The Pacific Sharpnose shark, also known as Rhizoprionodon longurio, often migrates along the Pacific coast of Mexico. They are most commonly caught in the artisanal fishery of Mazatlán. When a large sample of Pacific Sharpnose Sharks were observed scientists concluded that this type of shark was a “viviparous shark of small size which is born at an average length of 31 cm.” Their gestation period is between ten and eleven months. There was found to be no statistical relationship between the number of embryos to the average length. The sex ratio is one to one with the average number of embryos per female being around 7.4. [2]

Habitat and Location[edit]

The Pacific Sharpnose shark inhabits the coastal waters of the eastern tropical Pacific Ocean. They can be found from southern California to all the way to Peru (Compagno, 1984). The shark is fished commercially in the Pacific Ocean off Mexico from the Gulf of California to Puerto Madero, Chiapas. The Pacific Sharpnose likes muddy bottom areas, however it is not known whether it utilizes coastal lagoons as nursery areas or if it utilizes only open waters. [2]

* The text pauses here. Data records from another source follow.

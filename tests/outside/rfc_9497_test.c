/*
 * Our core for proofs of equal discrete logarithms, with RFC 9497's own statement plugged in, against its mode 1
 * vectors: each published proof verifies, and comes out bit for bit from the published nonce. The RFC answers a
 * challenge with s = r - c k where ours is z = w + c x: its c is our -c.
 */
#include "tests/hex.h"
#include "tests/vectors/rfc9497.h"

#include <sodium.h>

#include "server/base/buf.h"
#include "server/custody/proof.h"

#define CONTEXT "OPRFV1-\x01-ristretto255-SHA512"

/* RFC 9380 5.3.1 with SHA-512 and 64 bytes of output, then mod l: RFC 9497's HashToScalar. */
static void hash_to_scalar(const struct buf *msg, uint8_t out[32])
{
	static const char dst[] = "HashToScalar-" CONTEXT;
	uint8_t zeros[128] = {0}, b0[64], b1[64], tail[3] = {0, 64, 0}, one = 1, dst_len = sizeof dst - 1;
	crypto_hash_sha512_state h;
	crypto_hash_sha512_init(&h);
	crypto_hash_sha512_update(&h, zeros, sizeof zeros);
	crypto_hash_sha512_update(&h, msg->data, msg->len);
	crypto_hash_sha512_update(&h, tail, 3);
	crypto_hash_sha512_update(&h, (const uint8_t *)dst, dst_len);
	crypto_hash_sha512_update(&h, &dst_len, 1);
	crypto_hash_sha512_final(&h, b0);
	crypto_hash_sha512_init(&h);
	crypto_hash_sha512_update(&h, b0, sizeof b0);
	crypto_hash_sha512_update(&h, &one, 1);
	crypto_hash_sha512_update(&h, (const uint8_t *)dst, dst_len);
	crypto_hash_sha512_update(&h, &dst_len, 1);
	crypto_hash_sha512_final(&h, b1);
	group_scalar_wide(out, b1);
}

static void put16(struct buf *b, const void *p, size_t n)
{
	buf_u8(b, (uint8_t)(n >> 8));
	buf_u8(b, (uint8_t)n);
	buf_put(b, p, n);
}

struct composites {
	uint8_t pk[32], m[32], z[32];
};

static void challenge(const void *state, const uint8_t a1[static 32], const uint8_t a2[static 32], uint8_t c[static 32])
{
	const struct composites *s = state;
	struct buf b = {0};
	uint8_t rfc[32];
	put16(&b, s->pk, 32);
	put16(&b, s->m, 32);
	put16(&b, s->z, 32);
	put16(&b, a1, 32);
	put16(&b, a2, 32);
	buf_text(&b, "Challenge");
	hash_to_scalar(&b, rfc);
	crypto_core_ristretto255_scalar_negate(c, rfc);
	buf_free(&b);
}

/* RFC 9497 2.2.1, ComputeComposites. */
static void compose(size_t which, struct composites *out)
{
	static const char seed_dst[] = "Seed-" CONTEXT;
	struct buf b = {0};
	uint8_t seed[64], d[32], c[32], e[32], term[32];
	unhex(rfc9497_pk, out->pk, 32);
	put16(&b, out->pk, 32);
	put16(&b, seed_dst, sizeof seed_dst - 1);
	crypto_hash_sha512(seed, b.data, b.len);
	for (int i = 0; i < rfc9497_proofs[which].n; i++) {
		unhex(rfc9497_proofs[which].blinded[i], c, 32);
		unhex(rfc9497_proofs[which].evaluated[i], e, 32);
		buf_clear(&b);
		put16(&b, seed, sizeof seed);
		buf_u8(&b, 0);
		buf_u8(&b, (uint8_t)i);
		put16(&b, c, 32);
		put16(&b, e, 32);
		buf_text(&b, "Composite");
		hash_to_scalar(&b, d);
		assert_true(group_mul(term, d, c));
		assert_true(i == 0 ? (memcpy(out->m, term, 32), true) : group_add(out->m, out->m, term));
		assert_true(group_mul(term, d, e));
		assert_true(i == 0 ? (memcpy(out->z, term, 32), true) : group_add(out->z, out->z, term));
	}
	buf_free(&b);
}

static void published_proofs(void **state)
{
	(void)state;
	uint8_t sk[32], r[32], published[64], rfc_c[32];
	unhex(rfc9497_sk, sk, 32);
	for (size_t i = 0; i < sizeof rfc9497_proofs / sizeof *rfc9497_proofs; i++) {
		struct composites s;
		struct proof proof, made;
		compose(i, &s);
		unhex(rfc9497_proofs[i].proof, published, 64);
		unhex(rfc9497_proofs[i].r, r, 32);
		crypto_core_ristretto255_scalar_negate(proof.c, published);
		memcpy(proof.z, published + 32, 32);
		struct proof_points points = {NULL, s.pk, s.m, s.z};
		struct proof_statement statement = {challenge, &s};
		assert_true(proof_equal_check(&points, &statement, &proof));
		assert_true(proof_equal_make(&points, &statement, sk, r, &made));
		crypto_core_ristretto255_scalar_negate(rfc_c, made.c);
		assert_memory_equal(rfc_c, published, 32);
		assert_memory_equal(made.z, published + 32, 32);
		for (int bit = 0; bit < 256; bit += 37) { /* an altered proof, and one for other points */
			struct proof bad = proof;
			bad.z[bit / 8] ^= (uint8_t)(1 << bit % 8);
			assert_false(proof_equal_check(&points, &statement, &bad));
			bad = proof;
			bad.c[bit / 8] ^= (uint8_t)(1 << bit % 8);
			assert_false(proof_equal_check(&points, &statement, &bad));
		}
		struct proof_points swapped = {NULL, s.pk, s.z, s.m};
		assert_false(proof_equal_check(&swapped, &statement, &proof));
	}
}

int main(void)
{
	const struct CMUnitTest tests[] = {
	    cmocka_unit_test(published_proofs),
	};
	struct qb_error e = {0};
	if (secret_setup(&e) != QB_OK)
		return 1;
	return cmocka_run_group_tests(tests, NULL, NULL);
}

During the winter to spring period, the Pacific Sharpnose shark has movements of the population from southern Isla Tiburón in the central Gulf of California to the southern region of the state of Nayarit along the eastern shore of the Gulf. From the summer to autumn period, the species moves in the opposite direction, either through the central axis of the Gulf of California or along the Sonora coast line until reaching its place of origin.[2]

Commercial Fishing[edit]

The catch of Pacific Sharpnose sharks in southern Sinaloa is seasonal, from November to April, with the maximum peak in February. This is due to the change of several factors, including sea temperature, which causes a massive movement of the species. It has been found that the species is very susceptible to being caught by gillnets and bottom long lines. Berglass boats of 22-25 feet are typically used to catch Pacific Sharpnose sharks with a workday of 12 to 24 hours and a crew of 2 to 3 members. Each boat has a capacity of up to 1.5 tons. [2]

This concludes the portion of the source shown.